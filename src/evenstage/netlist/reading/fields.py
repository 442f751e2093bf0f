"""The pieces of one card with what each of them is, and the card made of them."""

from __future__ import annotations

import re
from typing import TYPE_CHECKING, Final

from evenstage.netlist.grammar import terminal
from evenstage.netlist.netlist import Card, Parameter
from evenstage.source import Span

if TYPE_CHECKING:
    from evenstage.netlist.reading.shapes import Role, Shape
    from evenstage.netlist.reading.statement import Statement
    from evenstage.source import SourceText

    #: What a piece of a card is and its bytes.
    Field = tuple[Role, int, int]

_WORD = re.compile(rb"[^\x00-\x20,]+")
_NUMERIC = re.compile(r"[+-]?\.?[0-9]|['\"{(]")

#: Nets of the kinds of element that are kept but not understood.
_NODES: Final = {
    "d": 2,
    "b": 2,
    "f": 2,
    "h": 2,
    "w": 2,
    "q": 3,
    "j": 3,
    "z": 3,
    "e": 4,
    "g": 4,
    "s": 4,
    "t": 4,
}


def fields_of_shape(shape: Shape, text: bytes, start: int) -> list[Field]:
    """Return the pieces of a card of a shape that begins at a place of a canonical text."""
    match = shape.groups.match(text, start)
    assert match is not None
    fields: list[Field] = []
    for group, role in enumerate(shape.roles, 1):
        first, last = match.span(group)
        if role == "nodes":
            words = [word.span() for word in _WORD.finditer(text, first, last)]
            fields += [("node", *span) for span in words]
        else:
            fields.append((role, first, last))
    return fields if "target" in shape.roles else _last_node_is_target(shape.letter, fields)


def _last_node_is_target(letter: str, fields: list[Field]) -> list[Field]:
    if letter != "x":
        return fields
    last = max(i for i, field in enumerate(fields) if field[0] == "node")
    fields[last] = ("target", *fields[last][1:])
    return fields


def fields_of_statement(statement: Statement, source: SourceText) -> list[Field]:
    """Return the pieces of a card that Lark has read."""
    marks = statement.marks
    letter = chr(source.data[marks[0].start]).lower()
    fields: list[Field] = [("name", marks[0].start, marks[0].end)]
    wanted = _node_count(statement, letter)
    slashed = any(mark.terminal == "SLASH" for mark in marks)
    nodes, position = 0, 1
    while position < len(marks):
        mark = marks[position]
        if marks[position + 1 : position + 2] and marks[position + 1].terminal == "EQUAL":
            fields.append(("key", mark.start, mark.end))
            if position + 2 < len(marks):
                fields.append(("value", *marks[position + 2][1:]))
            position += 3
            continue
        if mark.terminal not in {"SLASH", "PARAMS", "EQUAL", "OPEN", "CLOSE", "ODD", "OFF"}:
            role = _loose_role(letter, nodes, wanted, marks[position - 1].terminal)
            nodes += role == "node"
            fields.append((role, mark.start, mark.end))
        position += 1
    return fields if slashed else _last_node_is_target(letter, fields)


def _node_count(statement: Statement, letter: str) -> int:
    if statement.rule == "call":
        return 1 << 30
    if statement.rule == "transistor":
        return statement.pins
    return {"passive": 2, "source": 2}.get(statement.rule, _NODES.get(letter, 0))


def _loose_role(letter: str, nodes: int, wanted: int, before: str) -> Role:
    if before == "SLASH":
        return "target"
    if nodes < wanted:
        return "node"
    return "target" if letter in "md" else "argument"


def card_of(number: int, fields: list[Field], source: SourceText, scope: str) -> Card:
    """Return the card that some pieces make."""

    def span(field: Field) -> Span:
        return Span(source, field[1], field[2])

    of_role = {role: [f for f in fields if f[0] == role] for role in ("node", "target", "argument")}
    pairs = [(fields[i], fields[i + 1]) for i in range(len(fields) - 1) if fields[i][0] == "key"]
    target = next(iter(of_role["target"]), None)
    name = span(fields[0]).text
    return Card(
        number=number,
        letter=name[0].lower(),
        name=name,
        nodes=tuple(span(field).text for field in of_role["node"]),
        target="" if target is None else span(target).text,
        target_span=None if target is None else span(target),
        value=_value(name[0].lower(), [span(field) for field in of_role["argument"]]),
        parameters=tuple(parameter(span(key), span(value)) for key, value in pairs),
        span=Span(source, fields[0][1], max(field[2] for field in fields)),
        scope=scope,
    )


def parameter(name: Span | None, value: Span) -> Parameter:
    """Return a parameter from the bytes of its name (None: it has none) and of its value."""
    text = plain_text(value)
    if name is None:
        return Parameter("", text, Span(value.source, value.start, value.start), value)
    return Parameter(name.text.lower(), text, name, value)


def plain_text(span: Span) -> str:
    """Return the text of some bytes of a card, the joints of continuation lines taken out."""
    text = span.text
    return _joint().sub(" ", text) if "\n" in text or "\r" in text else text


def _joint() -> re.Pattern[str]:
    return re.compile(terminal("_CONTINUATION"))


def _value(letter: str, arguments: list[Span]) -> Parameter | None:
    """Return the unnamed value of an R, C, V ... card."""
    texts = [plain_text(span) for span in arguments]
    if letter in "vi":
        first = next((i for i, text in enumerate(texts[:-1]) if text.lower() == "dc"), -1)
        plain = len(texts) == 1 or (texts and _NUMERIC.match(texts[0]))
        position = first + 1 if first >= 0 or plain else None
    else:
        position = _value_position(texts) if texts else None
    return None if position is None else parameter(None, arguments[position])


def _value_position(arguments: list[str]) -> int:
    """Return which of the unnamed arguments is the value: the first that looks like one."""
    return next((i for i, text in enumerate(arguments) if _NUMERIC.match(text)), 0)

==============================

The material must be transcribed exactly, down to the last line.

filename src/evenstage/netlist/reading/fields.py
repository 442f751e2093bf0f
"""The pieces of one card with what each of them is, and the card made of them."""

from __future__ import annotations

import re
from typing import TYPE_CHECKING, Final

from evenstage.netlist.grammar import terminal
from evenstage.netlist.netlist import Card, Parameter
from evenstage.source import Span

if TYPE_CHECKING:
    from evenstage.netlist.reading.shapes import Role, Shape
    from evenstage.netlist.reading.statement import Statement
    from evenstage.source import SourceText

    #: What a piece of a card is and its bytes.
    Field = tuple[Role, int, int]

_WORD = re.compile(rb"[^\x00-\x20,]+")
_NUMERIC = re.compile(r"[+-]?\.?[0-9]|['\"{(]")

#: Nets of the kinds of element that are kept but not understood.
_NODES: Final = {
    "d": 2,
    "b": 2,
    "f": 2,
    "h": 2,
    "w": 2,
    "q": 3,
    "j": 3,
    "z": 3,
    "e": 4,
    "g": 4,
    "s": 4,
    "t": 4,
}


def fields_of_shape(shape: Shape, text: bytes, start: int) -> list[Field]:
    """Return the pieces of a card of a shape that begins at a place of a canonical text."""
    match = shape.groups.match(text, start)
    assert match is not None
    fields: list[Field] = []
    for group, role in enumerate(shape.roles, 1):
        first, last = match.span(group)
        if role == "nodes":
            words = [word.span() for word in _WORD.finditer(text, first, last)]
            fields += [("node", *span) for span in words]
        else:
            fields.append((role, first, last))
    return fields if "target" in shape.roles else _last_node_is_target(shape.letter, fields)


def _last_node_is_target(letter: str, fields: list[Field]) -> list[Field]:
    if letter != "x":
        return fields
    last = max(i for i, field in enumerate(fields) if field[0] == "node")
    fields[last] = ("target", *fields[last][1:])
    return fields


def fields_of_statement(statement: Statement, source: SourceText) -> list[Field]:
    """Return the pieces of a card that Lark has read."""
    marks = statement.marks
    letter = chr(source.data[marks[0].start]).lower()
    fields: list[Field] = [("name", marks[0].start, marks[0].end)]
    wanted = _node_count(statement, letter)
    slashed = any(mark.terminal == "SLASH" for mark in marks)
    nodes, position = 0, 1
    while position < len(marks):
        mark = marks[position]
        if marks[position + 1 : position + 2] and marks[position + 1].terminal == "EQUAL":
            fields.append(("key", mark.start, mark.end))
            if position + 2 < len(marks):
                fields.append(("value", *marks[position + 2][1:]))
            position += 3
            continue
        if mark.terminal not in {"SLASH", "PARAMS", "EQUAL", "OPEN", "CLOSE", "ODD", "OFF"}:
            role = _loose_role(letter, nodes, wanted, marks[position - 1].terminal)
            nodes += role == "node"
            fields.append((role, mark.start, mark.end))
        position += 1
    return fields if slashed else _last_node_is_target(letter, fields)


def _node_count(statement: Statement, letter: str) -> int:
    if statement.rule == "call":
        return 1 << 30
    if statement.rule == "transistor":
        return statement.pins
    return {"passive": 2, "source": 2}.get(statement.rule, _NODES.get(letter, 0))


def _loose_role(letter: str, nodes: int, wanted: int, before: str) -> Role:
    if before == "SLASH":
        return "target"
    if nodes < wanted:
        return "node"
    return "target" if letter in "md" else "argument"


def card_of(number: int, fields: list[Field], source: SourceText, scope: str) -> Card:
    """Return the card that some pieces make."""

    def span(field: Field) -> Span:
        return Span(source, field[1], field[2])

    of_role = {role: [f for f in fields if f[0] == role] for role in ("node", "target", "argument")}
    pairs = [(fields[i], fields[i + 1]) for i in range(len(fields) - 1) if fields[i][0] == "key"]
    target = next(iter(of_role["target"]), None)
    name = span(fields[0]).text
    return Card(
        number=number,
        letter=name[0].lower(),
        name=name,
        nodes=tuple(span(field).text for field in of_role["node"]),
        target="" if target is None else span(target).text,
        target_span=None if target is None else span(target),
        value=_value(name[0].lower(), [span(field) for field in of_role["argument"]]),
        parameters=tuple(parameter(span(key), span(value)) for key, value in pairs),
        span=Span(source, fields[0][1], max(field[2] for field in fields)),
        scope=scope,
    )


def parameter(name: Span | None, value: Span) -> Parameter:
    """Return a parameter from the bytes of its name (None: it has none) and of its value."""
    text = plain_text(value)
    if name is None:
        return Parameter("", text, Span(value.source, value.start, value.start), value)
    return Parameter(name.text.lower(), text, name, value)


def plain_text(span: Span) -> str:
    """Return the text of some bytes of a card, the joints of continuation lines taken out."""
    text = span.text
    return _joint().sub(" ", text) if "\n" in text or "\r" in text else text


def _joint() -> re.Pattern[str]:
    return re.compile(terminal("_CONTINUATION"))


def _value(letter: str, arguments: list[Span]) -> Parameter | None:
    """Return the unnamed value of an R, C, V ... card."""
    texts = [plain_text(span) for span in arguments]
    if letter in "vi":
        first = next((i for i, text in enumerate(texts[:-1]) if text.lower() == "dc"), -1)
        plain = len(texts) == 1 or (texts and _NUMERIC.match(texts[0]))
        position = first + 1 if first >= 0 or plain else None
    else:
        position = _value_position(texts) if texts else None
    return None if position is None else parameter(None, arguments[position])


def _value_position(arguments: list[str]) -> int:
    """Return which of the unnamed arguments is the value: the first that looks like one."""
    return next((i for i, text in enumerate(arguments) if _NUMERIC.match(text)), 0)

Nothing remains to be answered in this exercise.